# Activity:
Below are the records. List every line holding the word "which".
::::
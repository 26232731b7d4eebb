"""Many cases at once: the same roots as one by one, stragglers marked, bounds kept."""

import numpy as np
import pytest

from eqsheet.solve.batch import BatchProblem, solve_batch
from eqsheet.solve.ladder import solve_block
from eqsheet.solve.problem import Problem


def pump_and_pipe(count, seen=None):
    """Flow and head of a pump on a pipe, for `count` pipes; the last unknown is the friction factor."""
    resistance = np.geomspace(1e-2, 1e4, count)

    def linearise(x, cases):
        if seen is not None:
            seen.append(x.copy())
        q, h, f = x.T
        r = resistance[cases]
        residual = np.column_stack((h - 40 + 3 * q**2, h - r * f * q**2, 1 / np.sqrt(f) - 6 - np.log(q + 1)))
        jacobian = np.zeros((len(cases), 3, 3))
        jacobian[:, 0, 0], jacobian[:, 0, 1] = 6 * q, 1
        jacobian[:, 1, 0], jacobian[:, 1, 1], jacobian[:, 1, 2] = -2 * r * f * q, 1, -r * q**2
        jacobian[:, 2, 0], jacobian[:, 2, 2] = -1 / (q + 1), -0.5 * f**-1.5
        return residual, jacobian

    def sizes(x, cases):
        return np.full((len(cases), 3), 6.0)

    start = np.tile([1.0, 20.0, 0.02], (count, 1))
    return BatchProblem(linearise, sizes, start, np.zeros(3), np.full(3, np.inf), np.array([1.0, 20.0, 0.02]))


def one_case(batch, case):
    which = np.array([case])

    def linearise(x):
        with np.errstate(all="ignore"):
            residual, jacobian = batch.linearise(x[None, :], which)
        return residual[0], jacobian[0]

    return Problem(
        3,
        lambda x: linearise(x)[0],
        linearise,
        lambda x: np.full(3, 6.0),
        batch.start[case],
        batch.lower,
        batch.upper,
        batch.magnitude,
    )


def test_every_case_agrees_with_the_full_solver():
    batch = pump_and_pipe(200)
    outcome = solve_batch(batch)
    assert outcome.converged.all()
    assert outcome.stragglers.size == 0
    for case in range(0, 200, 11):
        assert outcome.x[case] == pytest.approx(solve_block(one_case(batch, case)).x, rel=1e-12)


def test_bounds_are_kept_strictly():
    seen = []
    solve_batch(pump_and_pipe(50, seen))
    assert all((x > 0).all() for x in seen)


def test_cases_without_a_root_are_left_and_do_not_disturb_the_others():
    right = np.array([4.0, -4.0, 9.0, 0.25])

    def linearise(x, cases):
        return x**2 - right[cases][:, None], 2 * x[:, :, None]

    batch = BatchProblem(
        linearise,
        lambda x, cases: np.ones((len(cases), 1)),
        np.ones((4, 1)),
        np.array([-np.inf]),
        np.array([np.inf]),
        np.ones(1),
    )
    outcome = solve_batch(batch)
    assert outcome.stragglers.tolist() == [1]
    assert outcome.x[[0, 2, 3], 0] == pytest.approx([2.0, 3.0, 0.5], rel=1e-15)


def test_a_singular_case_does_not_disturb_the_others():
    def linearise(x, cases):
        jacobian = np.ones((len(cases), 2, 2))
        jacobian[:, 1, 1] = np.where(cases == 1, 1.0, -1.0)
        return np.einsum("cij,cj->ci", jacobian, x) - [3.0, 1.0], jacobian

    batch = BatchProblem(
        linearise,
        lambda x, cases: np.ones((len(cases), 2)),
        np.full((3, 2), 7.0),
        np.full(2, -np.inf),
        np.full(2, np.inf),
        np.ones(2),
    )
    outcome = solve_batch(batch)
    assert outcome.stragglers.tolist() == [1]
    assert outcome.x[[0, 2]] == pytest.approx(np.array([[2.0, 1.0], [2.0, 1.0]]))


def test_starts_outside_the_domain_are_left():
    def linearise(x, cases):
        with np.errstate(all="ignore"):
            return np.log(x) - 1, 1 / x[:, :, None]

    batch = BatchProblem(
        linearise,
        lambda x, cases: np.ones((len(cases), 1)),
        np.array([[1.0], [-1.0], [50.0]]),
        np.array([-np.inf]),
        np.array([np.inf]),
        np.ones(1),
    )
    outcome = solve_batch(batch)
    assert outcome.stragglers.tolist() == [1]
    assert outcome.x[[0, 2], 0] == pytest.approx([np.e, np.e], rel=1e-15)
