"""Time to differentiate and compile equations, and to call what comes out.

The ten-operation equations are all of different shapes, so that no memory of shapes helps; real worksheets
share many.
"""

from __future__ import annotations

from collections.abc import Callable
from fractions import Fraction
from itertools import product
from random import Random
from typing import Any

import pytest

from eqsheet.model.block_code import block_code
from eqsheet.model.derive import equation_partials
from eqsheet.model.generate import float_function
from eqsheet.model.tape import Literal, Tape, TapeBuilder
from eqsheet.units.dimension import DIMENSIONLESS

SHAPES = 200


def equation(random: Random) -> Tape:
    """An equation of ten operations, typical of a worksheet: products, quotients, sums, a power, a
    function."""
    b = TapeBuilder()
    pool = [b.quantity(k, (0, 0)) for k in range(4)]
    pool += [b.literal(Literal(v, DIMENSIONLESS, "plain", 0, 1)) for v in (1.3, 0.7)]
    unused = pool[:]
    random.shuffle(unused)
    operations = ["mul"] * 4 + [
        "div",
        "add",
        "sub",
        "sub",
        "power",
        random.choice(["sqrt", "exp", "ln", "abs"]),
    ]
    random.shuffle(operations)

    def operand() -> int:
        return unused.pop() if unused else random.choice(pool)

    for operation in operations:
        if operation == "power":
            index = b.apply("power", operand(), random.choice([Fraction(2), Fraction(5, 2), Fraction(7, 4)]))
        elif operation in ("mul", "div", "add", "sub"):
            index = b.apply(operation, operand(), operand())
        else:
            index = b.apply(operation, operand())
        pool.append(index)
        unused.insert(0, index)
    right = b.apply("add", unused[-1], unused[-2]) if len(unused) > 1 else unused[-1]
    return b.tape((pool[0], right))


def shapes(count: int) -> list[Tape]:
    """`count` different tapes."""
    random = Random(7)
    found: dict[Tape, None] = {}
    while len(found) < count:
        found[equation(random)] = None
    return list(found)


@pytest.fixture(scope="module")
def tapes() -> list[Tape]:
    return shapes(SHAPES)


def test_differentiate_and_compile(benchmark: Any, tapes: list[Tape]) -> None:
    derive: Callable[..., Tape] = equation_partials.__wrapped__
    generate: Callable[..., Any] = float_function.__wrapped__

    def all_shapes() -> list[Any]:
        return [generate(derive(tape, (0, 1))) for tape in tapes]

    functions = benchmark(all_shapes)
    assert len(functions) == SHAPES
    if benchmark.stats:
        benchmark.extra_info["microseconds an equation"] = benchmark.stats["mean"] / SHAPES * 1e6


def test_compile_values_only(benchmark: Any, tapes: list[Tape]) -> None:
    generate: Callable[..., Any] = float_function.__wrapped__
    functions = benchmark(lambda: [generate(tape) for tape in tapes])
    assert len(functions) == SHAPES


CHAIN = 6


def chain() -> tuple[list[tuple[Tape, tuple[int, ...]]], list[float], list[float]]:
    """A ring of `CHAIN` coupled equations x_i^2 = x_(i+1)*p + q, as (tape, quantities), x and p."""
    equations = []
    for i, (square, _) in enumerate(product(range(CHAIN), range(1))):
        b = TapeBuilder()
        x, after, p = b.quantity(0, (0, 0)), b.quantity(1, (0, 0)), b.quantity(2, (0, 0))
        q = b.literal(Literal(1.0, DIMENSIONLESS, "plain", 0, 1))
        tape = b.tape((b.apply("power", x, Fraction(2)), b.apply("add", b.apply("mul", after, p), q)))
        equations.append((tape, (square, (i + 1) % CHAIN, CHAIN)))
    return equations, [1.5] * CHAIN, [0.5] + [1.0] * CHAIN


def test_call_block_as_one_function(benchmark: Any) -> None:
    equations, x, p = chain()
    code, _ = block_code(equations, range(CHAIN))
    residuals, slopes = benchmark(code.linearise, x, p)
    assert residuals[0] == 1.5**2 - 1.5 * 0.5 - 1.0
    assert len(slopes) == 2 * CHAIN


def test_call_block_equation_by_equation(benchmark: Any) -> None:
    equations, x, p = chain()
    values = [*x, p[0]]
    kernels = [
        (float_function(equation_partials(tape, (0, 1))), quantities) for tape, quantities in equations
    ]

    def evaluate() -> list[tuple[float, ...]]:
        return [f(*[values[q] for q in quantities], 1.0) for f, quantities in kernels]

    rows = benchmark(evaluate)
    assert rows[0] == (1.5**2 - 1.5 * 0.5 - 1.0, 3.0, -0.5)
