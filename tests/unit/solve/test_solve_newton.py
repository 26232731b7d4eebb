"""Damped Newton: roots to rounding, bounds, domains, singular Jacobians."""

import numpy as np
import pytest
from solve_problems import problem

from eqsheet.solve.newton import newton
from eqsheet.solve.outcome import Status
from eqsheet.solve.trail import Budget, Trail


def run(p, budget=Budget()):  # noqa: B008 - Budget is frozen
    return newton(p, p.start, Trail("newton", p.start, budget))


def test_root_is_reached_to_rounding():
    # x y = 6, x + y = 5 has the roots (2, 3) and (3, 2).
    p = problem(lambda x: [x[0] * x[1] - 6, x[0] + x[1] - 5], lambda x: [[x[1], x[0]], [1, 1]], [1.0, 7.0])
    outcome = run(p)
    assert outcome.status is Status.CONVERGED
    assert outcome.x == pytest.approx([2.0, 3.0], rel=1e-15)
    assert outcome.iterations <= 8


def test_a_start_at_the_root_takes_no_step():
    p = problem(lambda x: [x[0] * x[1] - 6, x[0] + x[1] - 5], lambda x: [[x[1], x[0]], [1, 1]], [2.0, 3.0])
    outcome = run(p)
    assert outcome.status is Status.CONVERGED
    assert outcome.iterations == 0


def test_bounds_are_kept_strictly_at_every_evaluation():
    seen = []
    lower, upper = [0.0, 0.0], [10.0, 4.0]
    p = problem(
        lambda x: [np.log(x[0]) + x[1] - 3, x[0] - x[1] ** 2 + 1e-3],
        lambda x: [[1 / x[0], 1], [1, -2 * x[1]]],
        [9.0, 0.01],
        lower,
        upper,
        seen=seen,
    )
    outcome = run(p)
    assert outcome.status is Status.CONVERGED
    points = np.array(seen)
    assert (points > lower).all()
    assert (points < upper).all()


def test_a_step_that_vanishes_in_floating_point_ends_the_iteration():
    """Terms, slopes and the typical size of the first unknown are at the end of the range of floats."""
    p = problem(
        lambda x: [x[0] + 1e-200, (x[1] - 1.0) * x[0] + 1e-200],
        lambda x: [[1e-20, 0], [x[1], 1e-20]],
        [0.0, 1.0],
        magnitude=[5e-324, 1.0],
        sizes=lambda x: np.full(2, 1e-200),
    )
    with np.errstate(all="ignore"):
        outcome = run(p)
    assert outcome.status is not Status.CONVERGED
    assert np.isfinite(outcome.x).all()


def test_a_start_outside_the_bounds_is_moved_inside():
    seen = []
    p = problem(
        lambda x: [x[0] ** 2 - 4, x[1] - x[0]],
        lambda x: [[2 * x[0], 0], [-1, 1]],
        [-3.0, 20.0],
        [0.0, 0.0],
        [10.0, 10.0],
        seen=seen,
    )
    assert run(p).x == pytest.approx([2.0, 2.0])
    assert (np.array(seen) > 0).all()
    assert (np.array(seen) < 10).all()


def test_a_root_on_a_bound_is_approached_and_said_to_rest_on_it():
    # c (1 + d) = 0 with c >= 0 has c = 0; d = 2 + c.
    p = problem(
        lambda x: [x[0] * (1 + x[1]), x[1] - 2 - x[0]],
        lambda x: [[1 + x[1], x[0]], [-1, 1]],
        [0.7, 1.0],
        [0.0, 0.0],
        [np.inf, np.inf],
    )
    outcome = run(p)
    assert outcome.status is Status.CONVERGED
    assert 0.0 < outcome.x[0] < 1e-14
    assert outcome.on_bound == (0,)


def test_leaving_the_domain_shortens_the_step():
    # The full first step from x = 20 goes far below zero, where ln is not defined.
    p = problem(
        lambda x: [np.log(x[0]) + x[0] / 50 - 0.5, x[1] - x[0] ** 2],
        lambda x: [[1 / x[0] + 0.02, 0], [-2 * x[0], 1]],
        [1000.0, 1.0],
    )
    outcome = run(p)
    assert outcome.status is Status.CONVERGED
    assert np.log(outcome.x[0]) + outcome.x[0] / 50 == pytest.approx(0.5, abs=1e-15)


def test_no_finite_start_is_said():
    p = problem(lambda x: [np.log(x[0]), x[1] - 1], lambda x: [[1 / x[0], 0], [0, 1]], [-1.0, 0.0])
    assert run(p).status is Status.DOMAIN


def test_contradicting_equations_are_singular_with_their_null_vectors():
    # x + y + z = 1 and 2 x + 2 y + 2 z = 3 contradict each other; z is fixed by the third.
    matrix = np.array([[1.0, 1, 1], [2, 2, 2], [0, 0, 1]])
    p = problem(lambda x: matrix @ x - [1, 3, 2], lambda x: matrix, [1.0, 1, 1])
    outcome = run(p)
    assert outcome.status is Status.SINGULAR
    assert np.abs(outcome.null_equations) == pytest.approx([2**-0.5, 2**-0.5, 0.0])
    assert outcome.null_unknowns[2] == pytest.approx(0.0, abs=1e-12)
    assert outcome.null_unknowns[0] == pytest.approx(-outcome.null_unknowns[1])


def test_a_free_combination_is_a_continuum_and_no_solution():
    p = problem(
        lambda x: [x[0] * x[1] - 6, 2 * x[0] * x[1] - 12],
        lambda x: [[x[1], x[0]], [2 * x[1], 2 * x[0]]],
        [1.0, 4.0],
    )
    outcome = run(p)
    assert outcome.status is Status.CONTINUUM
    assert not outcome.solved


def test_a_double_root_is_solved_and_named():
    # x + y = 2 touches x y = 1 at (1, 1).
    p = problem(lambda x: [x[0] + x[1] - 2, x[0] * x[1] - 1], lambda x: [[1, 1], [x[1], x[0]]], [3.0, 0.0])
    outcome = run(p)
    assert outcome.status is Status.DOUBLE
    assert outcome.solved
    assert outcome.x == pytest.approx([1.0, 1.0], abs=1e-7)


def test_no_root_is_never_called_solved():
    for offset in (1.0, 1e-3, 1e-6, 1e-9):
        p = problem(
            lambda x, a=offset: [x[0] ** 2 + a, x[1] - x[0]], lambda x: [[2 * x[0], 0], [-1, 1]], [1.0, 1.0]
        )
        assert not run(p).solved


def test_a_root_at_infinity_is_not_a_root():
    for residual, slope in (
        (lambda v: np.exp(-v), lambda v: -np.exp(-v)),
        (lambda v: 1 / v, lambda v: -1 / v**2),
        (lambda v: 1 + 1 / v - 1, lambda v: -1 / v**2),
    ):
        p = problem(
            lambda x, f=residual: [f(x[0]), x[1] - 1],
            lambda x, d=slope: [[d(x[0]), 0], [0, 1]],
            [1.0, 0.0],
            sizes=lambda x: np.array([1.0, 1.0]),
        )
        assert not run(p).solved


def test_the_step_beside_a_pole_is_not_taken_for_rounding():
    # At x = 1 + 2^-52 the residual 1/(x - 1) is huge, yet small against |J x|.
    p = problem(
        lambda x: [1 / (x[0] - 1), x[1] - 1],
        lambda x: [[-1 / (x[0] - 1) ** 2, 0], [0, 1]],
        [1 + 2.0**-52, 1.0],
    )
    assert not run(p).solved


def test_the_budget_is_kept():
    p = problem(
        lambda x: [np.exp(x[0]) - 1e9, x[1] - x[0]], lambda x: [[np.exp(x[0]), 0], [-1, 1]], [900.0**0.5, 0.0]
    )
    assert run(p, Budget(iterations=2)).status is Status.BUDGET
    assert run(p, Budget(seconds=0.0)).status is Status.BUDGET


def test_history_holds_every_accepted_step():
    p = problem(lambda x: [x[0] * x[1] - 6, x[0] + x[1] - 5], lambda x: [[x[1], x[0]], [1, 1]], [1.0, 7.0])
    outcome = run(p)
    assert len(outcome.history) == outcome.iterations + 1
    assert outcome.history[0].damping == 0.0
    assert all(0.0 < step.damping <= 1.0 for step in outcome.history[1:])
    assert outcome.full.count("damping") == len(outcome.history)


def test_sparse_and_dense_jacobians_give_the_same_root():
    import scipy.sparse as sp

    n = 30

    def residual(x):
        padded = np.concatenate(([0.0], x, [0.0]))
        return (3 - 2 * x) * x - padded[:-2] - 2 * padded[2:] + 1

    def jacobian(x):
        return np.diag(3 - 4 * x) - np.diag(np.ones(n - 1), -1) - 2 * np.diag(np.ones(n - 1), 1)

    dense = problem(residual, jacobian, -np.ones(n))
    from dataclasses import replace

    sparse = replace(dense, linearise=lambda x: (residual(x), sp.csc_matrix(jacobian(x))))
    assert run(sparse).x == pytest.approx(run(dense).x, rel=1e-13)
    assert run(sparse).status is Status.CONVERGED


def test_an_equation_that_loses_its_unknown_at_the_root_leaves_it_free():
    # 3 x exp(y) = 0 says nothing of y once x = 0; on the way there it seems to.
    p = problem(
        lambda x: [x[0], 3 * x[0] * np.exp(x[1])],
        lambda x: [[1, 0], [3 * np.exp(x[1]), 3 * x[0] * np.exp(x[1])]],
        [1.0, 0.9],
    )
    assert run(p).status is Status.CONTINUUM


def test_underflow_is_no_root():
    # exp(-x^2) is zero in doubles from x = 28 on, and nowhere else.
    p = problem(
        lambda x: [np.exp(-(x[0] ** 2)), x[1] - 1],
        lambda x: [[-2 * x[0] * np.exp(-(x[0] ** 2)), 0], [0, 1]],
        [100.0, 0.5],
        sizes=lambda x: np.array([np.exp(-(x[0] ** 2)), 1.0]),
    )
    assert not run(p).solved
::::
# Exercise response:
    which = np.array([case])
            residual, jacobian = batch.linearise(x[None, :], which)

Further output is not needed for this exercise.